About this exercise - Starting at the line with "return sigma, nil" in it, reproduce each line below through the last one, exactly, and include nothing else.
━━━━━━━━━━
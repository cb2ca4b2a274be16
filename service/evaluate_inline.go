package service

import (
	"errors"
	"math"

	pb "limitary/api/limitary/v1"
	"limitary/internal/chart"
	"limitary/internal/decimal"
	"limitary/internal/definition"
	"limitary/internal/judge"
)

// inlineJudge builds the judge of limits sent along.
func inlineJudge(in *pb.InlineLimits) (*judge.Judge, error) {
	kind, err := kindFromProto("kind", in.GetKind())
	if err != nil {
		return nil, err
	}
	l := judge.Limits{Kind: kind, SubgroupSize: int(in.GetSubgroupSize()), Places: decimal.Unrounded}
	if in.PublishedDecimals != nil {
		if l.Places = int(*in.PublishedDecimals); l.Places < 0 || l.Places > decimal.PlacesMax {
			return nil, definition.Invalid("published_decimals", "%d: want 0 to %d", l.Places, decimal.PlacesMax)
		}
	}
	if l.Model, err = modelFromProto(in.GetModel()); err != nil {
		return nil, under("model", err)
	}
	if kind.SizeImplied() && l.SubgroupSize == 0 {
		l.SubgroupSize = 1
	}
	if kind == chart.Given && l.SubgroupSize != 0 {
		return nil, definition.Invalid("subgroup_size", "%d is given, but no kind; statistics are plotted as given", l.SubgroupSize)
	}
	for role, t := range [...]*pb.TraceLimits{in.GetLocation(), in.GetDispersion()} {
		if kind.Counts() && t != nil {
			t = showImpossible(t)
		}
		l.Traces[role], _, err = traceFromProto(t, l.Places)
		if err != nil {
			return nil, under(chart.Role(role).String(), err)
		}
	}
	if !hasRules(l) {
		return nil, definition.Invalid("location.rules", "neither rules nor rule_set is given; give exactly one of them for a trace that is to be judged")
	}
	if l.ProcessSigma, err = inlineSigma(in, l); err != nil {
		return nil, err
	}
	j, err := judge.New(l)
	if err != nil {
		return nil, judgeRefusal(err)
	}
	return j, nil
}

func hasRules(l judge.Limits) bool {
	for _, t := range l.Traces {
		if t != nil && len(t.Rules) > 0 {
			return true
		}
	}
	return false
}

// inlineSigma gives the standard deviation of a single reading; 0 where none is known or needed.
func inlineSigma(in *pb.InlineLimits, l judge.Limits) (float64, error) {
	var sigma float64
	switch location := l.Traces[chart.Location]; {
	case l.Kind.Counts() && in.GetProcessSigma() == 0:
		return 0, nil // as ComputeLimits writes it
	case l.Kind.Counts():
		return 0, definition.Invalid("process_sigma", "%v is given, but a chart of kind %s has none", in.GetProcessSigma(), l.Kind)
	case in.ProcessSigma != nil:
		sigma = *in.ProcessSigma
		if l.Kind == chart.Given {
			return 0, definition.Invalid("process_sigma", "%v is given, but no kind; statistics are plotted as given", sigma)
		}
		if !(sigma > 0) || math.IsInf(sigma, 0) {
			return 0, definition.Invalid("process_sigma", "%v: want a finite number above 0", sigma)
		}
	case l.Kind == chart.RunMeans && l.Model.BetweenSigma > 0:
		return 0, definition.Invalid("process_sigma", "is not set; it is the standard deviation within runs, which the location trace does not tell")
	case l.Kind == chart.Given || l.Kind.Counts() || location == nil || location.Sigma == nil || !(*location.Sigma > 0):
		return 0, nil
	default:
		sigma = *location.Sigma * math.Sqrt(float64(l.SubgroupSize))
	}
	if l.Places != decimal.Unrounded && decimal.Round(sigma, l.Places) == 0 {
		return 0, definition.Invalid("published_decimals", "%d: the sigma of a single reading, %.4g, rounds to zero; publish more decimals", l.Places, sigma)
	}
	return sigma, nil
}

// judgeRefusal turns what the judge says of limits into a refusal; it names fields as the contract does.
func judgeRefusal(err error) error {
	var e *judge.Error
	if errors.As(err, &e) {
		return definition.Invalid(e.Field, "%s", e.Problem)
	}
	return err
}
━━━━━━━━━━
Finished exercise -
	return sigma, nil
}

// judgeRefusal turns what the judge says of limits into a refusal; it names fields as the contract does.
func judgeRefusal(err error) error {
	var e *judge.Error
	if errors.As(err, &e) {
		return definition.Invalid(e.Field, "%s", e.Problem)
	}
	return err
}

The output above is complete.